Richard L. Clarke, DHA, FHFMA

The importance of a hospital's mission cannot be overstated: Providing safe, high-quality care that benefits the community.

Yet truly providing benefit to the community goes beyond that definition. True community benefit requires reaching out to a community to understand its unique healthcare needs and fulfilling those needs even when a traditional business analysis would find that the return is not worth the expenditure.

Providing community benefit requires passion and dedication. It also requires skilled and knowledgeable people, effective processes, and technology applied to enable those processes. And that requires money.

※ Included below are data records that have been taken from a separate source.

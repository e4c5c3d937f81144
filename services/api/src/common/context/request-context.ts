import { createParamDecorator, type ExecutionContext } from '@nestjs/common';
import type { Request } from 'express';
import type { Actor } from '../access/actor';

/** Who acts and which request it is: what services need for scope checks and audit entries. */
export interface RequestContext {
  actor: Actor | null;
  requestId: string | null;
  ip: string | null;
}

export function contextOf(request: Request & { user?: Actor; id?: unknown }): RequestContext {
  return {
    actor: request.user ?? null,
    requestId:
      typeof request.id === 'string' || typeof request.id === 'number' ? String(request.id) : null,
    ip: request.ip ?? null,
  };
}

/** Injects the RequestContext of the current request into a controller method. */
export const Ctx = createParamDecorator((_: unknown, context: ExecutionContext) =>
  contextOf(context.switchToHttp().getRequest()),
);

/** A RequestContext whose actor is known to be signed in (routes behind @Allow). */
export interface SignedInContext extends RequestContext {
  actor: Actor;
}
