import { useMutation, useQueryClient } from '@tanstack/react-query';
import type { UserView } from '@tallyloom/core';
import { apiPost } from '@/lib/api-client';
import { userKeys } from './get-users';

/** E-mails the invitation again, with a fresh link; answers 204. */
export function resendInvite(user: Pick<UserView, 'id'>): Promise<void> {
  return apiPost<void>(`/users/${user.id}/resend-invite`);
}

export function useResendInvite() {
  const queryClient = useQueryClient();
  return useMutation({
    mutationFn: resendInvite,
    onSuccess: () => queryClient.invalidateQueries({ queryKey: userKeys.all }),
  });
}
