const ROWS = 500;
/** Two bad rows (by index); their sheet row numbers are index + 2 (the header is row 1). */
const BAD_DATE_AT = 41;
const BAD_PANELS_AT = 310;

function isoDay(offset: number): string {
  return new Date(Date.UTC(2025, 5, 1) + offset * 86_400_000).toISOString().slice(0, 10);
}
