import { ApiProperty, ApiPropertyOptional } from '@nestjs/swagger';
import { Type } from 'class-transformer';
import { IsBoolean, IsIn, IsInt, IsOptional, Max, Min, ValidateIf } from 'class-validator';
import type {
  InviteUserRequest,
  Page,
  Role,
  UpdateUserRequest,
  UserStatus,
  UserView,
} from '@tallyloom/core';
import { ROLES } from '@tallyloom/core';
import { EmailField, OptionalTextField, TextField } from '../../common/validation/fields';

const STATUSES: UserStatus[] = ['invited', 'active', 'locked', 'deactivated'];

export class UserDto implements UserView {
  @ApiProperty() id: number;
  @ApiProperty() email: string;
  @ApiProperty() displayName: string;
  @ApiProperty({ enum: ROLES }) role: Role;
  @ApiProperty({ nullable: true, type: Number }) regionId: number | null;
  @ApiProperty({ nullable: true, type: String }) regionName: string | null;
  @ApiProperty({ nullable: true, type: Number }) chapterId: number | null;
  @ApiProperty({ nullable: true, type: String }) chapterName: string | null;
  @ApiProperty({ enum: STATUSES }) status: UserStatus;
  @ApiProperty({ nullable: true, type: String, format: 'date-time' }) lastSignInAt: string | null;
  @ApiProperty({ nullable: true, type: String, format: 'date-time' }) invitedAt: string | null;
  @ApiProperty({ format: 'date-time' }) createdAt: string;
}

export class UserPageDto implements Page<UserDto> {
  @ApiProperty({ type: [UserDto] }) items: UserDto[];
  @ApiProperty() total: number;
  @ApiProperty() page: number;
  @ApiProperty() pageSize: number;
}

export class ListUsersQuery {
  @ApiPropertyOptional({ default: 1 })
  @IsOptional()
  @Type(() => Number)
  @Max(100000)
  @Min(1)
  @IsInt({ message: 'page must be a whole number' })
  page?: number;

  @ApiPropertyOptional({ default: 25, maximum: 100 })
  @IsOptional()
  @Type(() => Number)
  @Max(100, { message: 'pageSize must be at most 100' })
  @Min(1)
  @IsInt({ message: 'pageSize must be a whole number' })
  pageSize?: number;

  @OptionalTextField(100)
  search?: string;

  @ApiPropertyOptional({ enum: ROLES })
  @IsOptional()
  @IsIn(ROLES, { message: `role must be one of: ${ROLES.join(', ')}` })
  role?: Role;

  @ApiPropertyOptional({ enum: STATUSES })
  @IsOptional()
  @IsIn(STATUSES, { message: `status must be one of: ${STATUSES.join(', ')}` })
  status?: UserStatus;
}

/** Region and chapter ids: optional, null allowed, else a positive whole number. */
const ScopeId = () => (target: object, key: string) => {
  ApiPropertyOptional({ nullable: true, type: Number })(target, key);
  ValidateIf((_, value) => value !== null && value !== undefined)(target, key);
  Max(4294967295)(target, key);
  Min(1)(target, key);
  IsInt({ message: `${key} must be a whole number or null` })(target, key);
};

export class InviteUserDto implements InviteUserRequest {
  @EmailField() email: string;
  @TextField(120, 'Marguerite Osei') displayName: string;

  @ApiProperty({ enum: ROLES })
  @IsIn(ROLES, { message: `role must be one of: ${ROLES.join(', ')}` })
  role: Role;

  @ScopeId() regionId?: number | null;
  @ScopeId() chapterId?: number | null;
}

export class UpdateUserDto implements UpdateUserRequest {
  @OptionalTextField(120) displayName?: string;

  @ApiPropertyOptional({ enum: ROLES })
  @IsOptional()
  @IsIn(ROLES, { message: `role must be one of: ${ROLES.join(', ')}` })
  role?: Role;

  @ScopeId() regionId?: number | null;
  @ScopeId() chapterId?: number | null;

  @ApiPropertyOptional()
  @IsOptional()
  @IsBoolean({ message: 'active must be true or false' })
  active?: boolean;
}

If the mission of health care is community benefit, the mission of healthcare financial managers is making sure the resources are available to provide that benefit. Hospitals need to achieve a level of financial performance that earns them access to capital sufficient to fund their mission. Yet how do hospitals know what financial resources truly are necessary for mission?

One way is to establish a budget for community benefit. Such a budget would cover the funds necessary for activities such as:

Provision of charity care. These services should be based on a clear charity care policy derived from community needs and input, with easy-to-understand, written eligibility criteria.

Reduction of government burden. Many tax-exempt hospitals provide services that the government would otherwise have to provide, particularly high-tech, high-intensity services, emergency care, chronic care, long-term care, and unprofitable services.

Provision of essential healthcare services. A not-for-profit hospital often is the sole provider of healthcare services that are essential to a community, such as emergency departments and outpatient clinics serving low-income patients.

Provision of unprofitable services. These are services that respond to a community need, but lose money due to high costs combined with low volume or inadequate payment. A possible example is a burn center.

Public education. Such programs include public health education, wellness programs, and the sponsorship of educational activities.

Service of other unmet human needs. These needs may not involve health care per se, but might be services that no other entity in the area provides, such as Meals on Wheels.

This issue of hfm magazine highlights the challenge of cost management, particularly supply and labor costs. Hospitals will always need to manage rising costs, as will any business. What makes hospitals unique, however, is why cost management is so important. For hospitals, managing costs helps foster the financial performance necessary to provide resources for community benefit. And some community-benefit activities may help control costs by helping patients get preventive care and navigate the healthcare system more efficiently and effectively.

Establishing a budget for community benefit provides a context for a hospital's efforts toward operational efficiency. A budget for community benefit also provides a focus for organizational leaders, helping them systematically ensure that resources are available to fulfill their mission. That is the business of caring, and the business of HFMA.

Note: Adapted from Richard L. Clarke, "A Board's Eye View of Mission and Margin," The Governance Institute's E-Briefing, January 2007.